*** Supplied records ***

#[test]
fn two_exponential_swapped_components_are_one_minimum() {
    let model = NativeModel::new(4, two_exp as PointFn);
    let truth = [5.0, 0.5, 2.0, 3.0];
    let t: Vec<f64> = (0..40).map(|i| i as f64 * 0.15).collect();
    let mut g = [0.0; 4];
    let y: Vec<f64> = t.iter().map(|&ti| two_exp(&truth, &[ti], &mut g)).collect();
    let n = t.len();
    let data = Dataset::single("t", t, "y", y, Some(vec![0.01; n]));
    // Same bounds for both components, so the box is symmetric under the swap.
    let params = vec![
        bounded("a1", 4.0, 0.0, 10.0),
        bounded("k1", 0.4, 0.05, 10.0),
        bounded("a2", 1.0, 0.0, 10.0),
        bounded("k2", 2.0, 0.05, 10.0),
    ];
    let problem = Problem {
        model: &model,
        params: params.clone(),
        options: FitOptions::default(),
    };
    let base = fit(&problem, &data).unwrap();
    assert!(base.chi2 < 1e-12, "base chi2 {}", base.chi2);
    let r = search(&model, &params, &data, &base, &settings(64, 5), &NoProgress);

    let top = &r.minima[0];
    assert!(top.chi2 < 1e-9);
    let names = |v: &[&str]| v.iter().map(|s| s.to_string()).collect::<Vec<_>>();
    assert_eq!(
        top.equivalent_permutations,
        vec![names(&["a1", "a2"]), names(&["k1", "k2"])]
    );
    // No rival with the same chi-squared: every other minimum is clearly worse.
    assert!(r.minima[1..]
        .iter()
        .all(|m| m.delta_chi2 > 1.0 && m.distinguishable));
    // Both labellings were reached, and both are counted in the one minimum.
    let ends: Vec<&Vec<f64>> = r
        .runs
        .iter()
        .filter(|x| x.minimum == Some(0))
        .map(|x| &x.end)
        .collect();
    let slow_first = ends.iter().filter(|e| e[1] < e[3]).count();
    assert!(
        slow_first > 0 && slow_first < ends.len(),
        "{slow_first} of {}",
        ends.len()
    );
    assert_eq!(ends.len(), top.count);
    for e in ends {
        let (slow, fast) = if e[1] < e[3] {
            ((e[0], e[1]), (e[2], e[3]))
        } else {
            ((e[2], e[3]), (e[0], e[1]))
        };
        assert!(
            (slow.0 - 5.0).abs() < 1e-6 && (slow.1 - 0.5).abs() < 1e-6,
            "{e:?}"
        );
        assert!(
            (fast.0 - 2.0).abs() < 1e-6 && (fast.1 - 3.0).abs() < 1e-6,
            "{e:?}"
        );
    }
    assert!(r.base_is_best);
}

// ---- a straight line: one minimum ----

fn line(p: &[f64], x: &[f64], g: &mut [f64]) -> f64 {
    g[0] = 1.0;
    g[1] = x[0];
    p[0] + p[1] * x[0]
}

*** End of Supplied records ***

Look over the records above and filter for each line with the word "truth".

#### [Solved exercise]
    let truth = [5.0, 0.5, 2.0, 3.0];
    let y: Vec<f64> = t.iter().map(|&ti| two_exp(&truth, &[ti], &mut g)).collect();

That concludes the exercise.